I took a couple of hours to work on this incredibly complicated machine on the weekend.  My last project was a 1997 Honda CBR900RR Fireblade which was all about minimalism and lightness.  That minimalism made the Honda a delight to work on but the C14 Concours is a very different animal.  Incredibly, the Fireblade weighs 62% of what the Concours does while putting out only slightly less power.  Man, did that bike know how to dance.

As I worked through the front end on the substantial Concours I found example after example of Kawasaki's overly engineered approach to the bike which has piled on the weight, but you can't fault their work, nor the design.  While the C14 is an incredibly complicated thing, it's also a beautiful example of Kawasaki Heavy Industries industrial design.

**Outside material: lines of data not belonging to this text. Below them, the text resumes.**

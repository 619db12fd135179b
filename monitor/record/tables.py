"""The tables and views of each schema, as text; FORMAT.md says what each column means."""

from __future__ import annotations

V1_TABLES = """
CREATE TABLE meta (key TEXT PRIMARY KEY, value TEXT NOT NULL) STRICT, WITHOUT ROWID;
CREATE TABLE boots (
  boot INTEGER PRIMARY KEY, boot_id TEXT NOT NULL, kind TEXT NOT NULL,
  UNIQUE (boot_id, kind)) STRICT;
CREATE TABLE clock_fixes (
  boot INTEGER NOT NULL, boot_ns INTEGER NOT NULL, utc_ns INTEGER NOT NULL,
  source TEXT NOT NULL, uncertainty_ns INTEGER NOT NULL CHECK (uncertainty_ns >= 0),
  PRIMARY KEY (boot, boot_ns, source)) STRICT, WITHOUT ROWID;
CREATE TABLE documents (
  document INTEGER PRIMARY KEY, hash TEXT NOT NULL UNIQUE, kind TEXT NOT NULL,
  body BLOB NOT NULL) STRICT;
CREATE TABLE calibrations (
  calibration INTEGER PRIMARY KEY, identity TEXT NOT NULL UNIQUE) STRICT;
CREATE TABLE channels (
  channel INTEGER PRIMARY KEY, name TEXT NOT NULL, axis TEXT NOT NULL, band TEXT NOT NULL) STRICT;
CREATE TABLE scopes (
  scope INTEGER PRIMARY KEY, set_id TEXT NOT NULL, edition TEXT NOT NULL,
  population TEXT NOT NULL, scope_kind TEXT NOT NULL, averaging_s REAL NOT NULL,
  verified INTEGER NOT NULL CHECK (verified IN (0, 1)), clause TEXT NOT NULL,
  UNIQUE (set_id, edition, population, scope_kind, averaging_s, verified, clause)) STRICT;
CREATE TABLE flag_words (bit INTEGER PRIMARY KEY, meaning TEXT NOT NULL) STRICT;
CREATE TABLE verdict_words (verdict INTEGER PRIMARY KEY, meaning TEXT NOT NULL) STRICT;
CREATE TABLE raw (
  seq INTEGER PRIMARY KEY, boot INTEGER NOT NULL, start_ns INTEGER NOT NULL,
  end_ns INTEGER NOT NULL, n INTEGER NOT NULL, channels INTEGER NOT NULL,
  body BLOB NOT NULL) STRICT;
CREATE TABLE raw_marks (
  seq INTEGER PRIMARY KEY, boot INTEGER NOT NULL, start_ns INTEGER NOT NULL) STRICT;
CREATE TABLE blocks (
  derivation INTEGER NOT NULL, boot INTEGER NOT NULL, start_ns INTEGER NOT NULL,
  channel INTEGER NOT NULL, energy_w_ns REAL NOT NULL, covered_ns INTEGER NOT NULL,
  observed_ns INTEGER NOT NULL, min_w REAL, max_w REAL, n INTEGER NOT NULL,
  flags INTEGER NOT NULL, temperature_c REAL, calibration INTEGER,
  PRIMARY KEY (derivation, boot, start_ns, channel)) STRICT, WITHOUT ROWID;
CREATE TABLE windows (
  derivation INTEGER NOT NULL, boot INTEGER NOT NULL, end_ns INTEGER NOT NULL,
  averaging_s INTEGER NOT NULL, channel INTEGER NOT NULL, energy_w_ns REAL NOT NULL,
  covered_ns INTEGER NOT NULL, observed_ns INTEGER NOT NULL, max_w REAL, flags INTEGER NOT NULL,
  PRIMARY KEY (derivation, boot, end_ns, averaging_s, channel)) STRICT, WITHOUT ROWID;
CREATE TABLE fields (
  derivation INTEGER NOT NULL, boot INTEGER NOT NULL, end_ns INTEGER NOT NULL,
  averaging_s INTEGER NOT NULL, e2_low REAL, e2_mean REAL, e2_high REAL, e2_max REAL,
  u_db REAL, k REAL, valid_share REAL NOT NULL, observed_share REAL NOT NULL,
  flags INTEGER NOT NULL,
  PRIMARY KEY (derivation, boot, end_ns, averaging_s)) STRICT, WITHOUT ROWID;
CREATE TABLE exposures (
  derivation INTEGER NOT NULL, boot INTEGER NOT NULL, end_ns INTEGER NOT NULL,
  scope INTEGER NOT NULL, ratio_low REAL, ratio_mean REAL, ratio_high REAL, u_db REAL,
  verdict INTEGER NOT NULL,
  PRIMARY KEY (derivation, boot, end_ns, scope)) STRICT, WITHOUT ROWID;
CREATE TABLE field_spans (
  derivation INTEGER NOT NULL, boot INTEGER NOT NULL, day INTEGER NOT NULL,
  hour INTEGER NOT NULL, averaging_s INTEGER NOT NULL, end_ns INTEGER NOT NULL,
  e2_low REAL, e2_mean REAL, e2_high REAL, e2_max REAL, u_db REAL, valid_share REAL NOT NULL,
  flags INTEGER NOT NULL,
  PRIMARY KEY (derivation, boot, day, hour, averaging_s)) STRICT, WITHOUT ROWID;
CREATE TABLE exposure_spans (
  derivation INTEGER NOT NULL, boot INTEGER NOT NULL, day INTEGER NOT NULL,
  hour INTEGER NOT NULL, scope INTEGER NOT NULL, end_ns INTEGER NOT NULL,
  ratio_low REAL, ratio_mean REAL, ratio_high REAL,
  PRIMARY KEY (derivation, boot, day, hour, scope)) STRICT, WITHOUT ROWID;
CREATE TABLE measured_hours (
  derivation INTEGER NOT NULL, boot INTEGER NOT NULL, hour INTEGER NOT NULL,
  measured_ns INTEGER NOT NULL, minutes INTEGER NOT NULL,
  PRIMARY KEY (derivation, boot, hour)) STRICT, WITHOUT ROWID;
CREATE TABLE events (
  event INTEGER PRIMARY KEY, boot INTEGER NOT NULL, boot_ns INTEGER NOT NULL,
  kind TEXT NOT NULL, name TEXT NOT NULL, body TEXT NOT NULL) STRICT;
CREATE INDEX alarm_events ON events (kind, name)
  WHERE kind IN ('alarm', 'confirmed', 'muted');
"""

_UTC = "strftime('%Y-%m-%dT%H:%M:%fZ', ({} + offset_ns) / 1e9, 'unixepoch')"
_DBM = "round(10 * log10({} * 1000), 3)"

V1_VIEWS = {
    # The one rule by which UTC is found; fixes.winner is its twin, for the reader.
    "boot_utc": """
SELECT boot, offset_ns, uncertainty_ns FROM (
  SELECT *, row_number() OVER (
    PARTITION BY boot ORDER BY boot_ns DESC, uncertainty_ns, source) AS place
  FROM (
    SELECT *, min(uncertainty_ns) OVER (PARTITION BY boot) AS smallest
    FROM (
      SELECT *,
        max(iif(uncertainty_ns < 86400000000000, offset_ns - uncertainty_ns, NULL))
          OVER later AS at_least,
        min(iif(uncertainty_ns < 86400000000000, offset_ns + uncertainty_ns, NULL))
          OVER later AS at_most
      FROM (SELECT *, utc_ns - boot_ns AS offset_ns FROM clock_fixes)
      WINDOW later AS (PARTITION BY boot ORDER BY boot_ns DESC
        GROUPS BETWEEN UNBOUNDED PRECEDING AND 1 PRECEDING))
    WHERE offset_ns + uncertainty_ns >= ifnull(at_least, offset_ns)
      AND offset_ns - uncertainty_ns <= ifnull(at_most, offset_ns))
  WHERE uncertainty_ns <= 2 * smallest)
WHERE place = 1""",
    "block_levels": f"""
SELECT {_UTC.format("start_ns")} AS start_utc, derivation, boot, name, axis, band,
  {_DBM.format("energy_w_ns / nullif(covered_ns, 0)")} AS mean_dbm,
  {_DBM.format("min_w")} AS min_dbm, {_DBM.format("max_w")} AS max_dbm,
  covered_ns / 1e9 AS valid_s, n AS readings, flags, temperature_c
FROM blocks LEFT JOIN channels USING (channel) LEFT JOIN boot_utc USING (boot)""",
    "window_levels": f"""
SELECT {_UTC.format("end_ns")} AS end_utc, derivation, boot, averaging_s, name, axis, band,
  {_DBM.format("energy_w_ns / nullif(covered_ns, 0)")} AS mean_dbm,
  {_DBM.format("max_w")} AS max_dbm,
  covered_ns / (averaging_s * 1e9) AS valid_share, flags
FROM windows LEFT JOIN channels USING (channel) LEFT JOIN boot_utc USING (boot)""",
    "event_log": f"""
SELECT {_UTC.format("boot_ns")} AS utc, boot, kind, name, body
FROM events LEFT JOIN boot_utc USING (boot) ORDER BY event""",
}

V2_COLUMNS = (("fields", "added_e2"), ("exposures", "added_ratio"))
"""REAL; 0 in the rows of a record that was made without them: nothing was added there."""

V2_INDEX = """
CREATE INDEX calibration_events ON events (kind)
  WHERE kind IN ('start', 'calibration', 'reference check')"""
"""Few among many events, and every look at the past asks for them."""

V2_VIEWS = {
    "field_levels": f"""
SELECT {_UTC.format("end_ns")} AS end_utc, derivation, boot, averaging_s,
  sqrt(e2_low) AS e_low_v_per_m, sqrt(e2_mean) AS e_mean_v_per_m,
  sqrt(e2_high) AS e_high_v_per_m, sqrt(e2_max) AS e_max_v_per_m, u_db,
  sqrt(added_e2) AS added_v_per_m, k,
  valid_share, observed_share, flags
FROM fields LEFT JOIN boot_utc USING (boot)""",
    "exposure_levels": f"""
SELECT {_UTC.format("end_ns")} AS end_utc, derivation, boot, set_id, edition, population,
  scope_kind, averaging_s, ratio_low, ratio_mean, ratio_high, u_db, added_ratio,
  meaning AS verdict, verified
FROM exposures LEFT JOIN scopes USING (scope) LEFT JOIN verdict_words USING (verdict)
  LEFT JOIN boot_utc USING (boot)""",
}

The circular white thing in the photo on the left is the windshield motor.  The C14 has an electric windshield that raises and lowers at the push of a button.  This one isn't working but the mechanical parts of it seem ok so now I'm chasing wiring in a bike that makes a 747 look simple.

On the right is the battery holder.  Any other bike I've owned makes do with a simple plastic open ended box, but not the Connie.  It gets an interlocking two piece battery holder with built in wiring harness.  The presses that turn these things our are something special!

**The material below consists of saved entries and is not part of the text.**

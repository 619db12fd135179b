"""Open a record, and refuse what is none. Never imports sqlite-utils: the daemon comes here."""

from __future__ import annotations

import errno
import os
import sqlite3
import subprocess
import sys
from dataclasses import dataclass
from pathlib import Path

from monitor.core.errors import RecordError

APPLICATION_ID = 0x46534C4C
SCHEMA_VERSION = 2
DISK_TROUBLE = 75
"""Exit code of the schema's process where only the disk is in the way (EX_TEMPFAIL)."""
_BUSY_MS = 2000
_SHM_BYTES = 32768  # the least that a wal-index in use has (SQLite file format, section 4)
_DISK_CODES = frozenset(
    (sqlite3.SQLITE_FULL, sqlite3.SQLITE_IOERR, sqlite3.SQLITE_BUSY, sqlite3.SQLITE_LOCKED)
)
_DISK_ERRNOS = frozenset((errno.ENOSPC, errno.EDQUOT, errno.EIO, errno.EFBIG))


class DiskTroubleError(RecordError):
    """The record may be good, but the disk is full or fails: try again later."""


@dataclass(frozen=True, slots=True)
class Identity:
    """What a file says of itself: schema version and whether its data are simulated."""

    version: int
    simulated: bool


def ensure(path: Path, simulated: bool) -> None:
    """Make the record, or bring an older one up to this version's schema, in a child process.

    RecordError where the file is no record, is newer, or bears the other simulated mark; then
    nothing is written. DiskTroubleError where the disk has no room or fails.
    """
    if path.exists():
        found = identify(path)
        refuse_other_mark(path, found.simulated, simulated)
        if found.version == SCHEMA_VERSION:
            return
    elif not path.parent.is_dir():
        raise RecordError(f"{path}: folder {path.parent} does not exist; make it first")
    package_root = str(Path(__file__).resolve().parents[2])
    search = os.pathsep.join(filter(None, (package_root, os.environ.get("PYTHONPATH"))))
    done = subprocess.run(  # the interpreter itself, no shell
        [sys.executable, "-P", "-m", "monitor.record.schema", str(path)]
        + ["--simulated", "1" if simulated else "0"],
        env={**os.environ, "PYTHONPATH": search},
        stdin=subprocess.DEVNULL,
        capture_output=True,
        text=True,
        check=False,
    )
    if done.returncode:
        last = (done.stderr.strip().splitlines() or ["no message"])[-1]
        kind = DiskTroubleError if done.returncode == DISK_TROUBLE else RecordError
        raise kind(last if last.startswith(str(path)) else f"{path}: not made: {last}")


def identify(path: Path) -> Identity:
    """Read the marks of a record; RecordError where it is none or is newer than this version."""
    connection = read_only(path)
    try:
        return _identity(path, connection)
    finally:
        connection.close()


def read_only(path: Path) -> sqlite3.Connection:
    """A connection that only reads; it works beside the daemon, after it and after its crash.

    Without write permission, or on a full disk, nobody can make the side files that WAL needs
    once the writer has closed cleanly: then, and only where they hold nothing, the file is read
    as it is.
    """
    if not path.is_file():
        raise RecordError(f"{path}: no such record; start fieldsill measure, or name another")
    connection = _connect(path, "mode=ro")
    try:
        connection.execute("SELECT count(*) FROM sqlite_master").fetchone()
    except sqlite3.OperationalError as error:
        connection.close()
        if _size(path, "-wal") > 0 or _size(path, "-shm") >= _SHM_BYTES:
            text = f"{path}: cannot be read: {error}; check its permissions and the disk"
            raise failure(error)(text) from error
        return _connect(path, "mode=ro&immutable=1")
    except sqlite3.DatabaseError as error:
        connection.close()
        raise _no_record(path) from error
    return connection


def for_writing(path: Path, simulated: bool) -> sqlite3.Connection:
    """The one connection that writes and checkpoints; checks every mark before it writes."""
    found = identify(path)
    refuse_other_mark(path, found.simulated, simulated)
    if found.version != SCHEMA_VERSION:
        raise RecordError(older(path, found))
    connection = _connect(path, "mode=rw", read_only_file=False)
    connection.execute("PRAGMA journal_mode=WAL")
    connection.execute("PRAGMA cell_size_check=ON")
    return connection


def older(path: Path, found: Identity) -> str:
    """What to say of a record that is not yet of this version's schema."""
    return (
        f"{path}: schema {found.version} is older than {SCHEMA_VERSION}; start fieldsill measure, "
        f"or run python -m monitor.record.schema {path} --simulated {int(found.simulated)}"
    )


def failure(error: OSError | sqlite3.Error) -> type[RecordError]:
    """DiskTroubleError where the disk is full, fails or is busy; else RecordError."""
    if isinstance(error, OSError):
        trouble = error.errno in _DISK_ERRNOS
    else:
        trouble = getattr(error, "sqlite_errorcode", 0) & 0xFF in _DISK_CODES
    return DiskTroubleError if trouble else RecordError


def refuse_other_mark(path: Path, found: bool, wanted: bool) -> None:
    """RecordError where real data would meet simulated data."""
    if found != wanted:
        words = {True: "simulated", False: "real"}
        raise RecordError(
            f"{path}: holds {words[found]} data and refuses {words[wanted]} readings; "
            "name another file under record.path"
        )


def _connect(path: Path, mode: str, read_only_file: bool = True) -> sqlite3.Connection:
    try:
        connection = sqlite3.connect(
            f"{path.resolve().as_uri()}?{mode}",
            uri=True,
            isolation_level=None,
            check_same_thread=False,
            timeout=_BUSY_MS / 1000,
        )
    except sqlite3.OperationalError as error:
        text = f"{path}: cannot be opened: {error}; check its permissions"
        raise failure(error)(text) from error
    if read_only_file:
        # Only the writer's connection may checkpoint (SQLite before 3.51.3 can corrupt a WAL
        # that two connections reset).
        connection.execute("PRAGMA wal_autocheckpoint=0")
    return connection


def _size(path: Path, end: str) -> int:
    side = path.with_name(path.name + end)
    return side.stat().st_size if side.exists() else 0


def _identity(path: Path, connection: sqlite3.Connection) -> Identity:
    try:
        (application,) = connection.execute("PRAGMA application_id").fetchone()
        (version,) = connection.execute("PRAGMA user_version").fetchone()
        if application != APPLICATION_ID or version < 1:
            raise _no_record(path)
        if version > SCHEMA_VERSION:
            raise RecordError(
                f"{path}: schema {version} is newer than this version's {SCHEMA_VERSION}; "
                "update fieldsill"
            )
        row = connection.execute("SELECT value FROM meta WHERE key = 'simulated'").fetchone()
    except sqlite3.DatabaseError as error:
        raise failure(error)(f"{path}: cannot be read: {error}; restore a copy") from error
    if row is None or row[0] not in ("0", "1"):
        raise RecordError(f"{path}: says neither simulated nor real; restore a copy")
    return Identity(version, row[0] == "1")


def _no_record(path: Path) -> RecordError:
    return RecordError(f"{path}: is no record of fieldsill; name another file under record.path")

These are all the gubbins the owner before me had wired into the bike.  He had that massive horn hanging off the back and the GPS system was wired into the front and installed on the handlebar.

With the bike having electrical issues, I'm putting it back to stock before I start thinking about adding in the extras again.

While I was in at the battery I cleaned up all the connectors, some of which were quite rusty.  It's things like that which will trip up electric windshields.

One of the advantages of fairings is that you can hide the mechanical bits underneath, but even when the bits are never going to be seen Kawasaki went overboard with its castings and finish.

That lovely little round clutch cover at the bottom lives under the fairing and would never normally see the light of day, but even then it's a wonderfully detailed and finished piece that only a handy owner or their own technicians would ever see.

Coffin shaped brake and clutch fluid containers?  Why not.

The benefit of this engineering fixation is that the quality of materials used is excellent.  Even though this bike is just over a decade old you wouldn't know it.  Many parts of it look brand new.  Rust on fasteners is all but non-existent and everything comes apart as it was intended.

This is the newest bike I've ever purchased (it's three years newer than my first bike and the KLX, seven years newer than the trusty Tiger and thirteen years newer than the Fireblade).  It's so new that there isn't a Haynes workshop manual for it.  It's the only bike I've ever owned that is still currently in production in much the same state.  The latest Tigers are five generations passed my old 955i.

Next steps are to get the windshield sorted and change out the air filter while I've got the thing in pieces, then it all goes back together and I'll see if my local mechanic can get me in for a safety, then it's time to put some miles on it!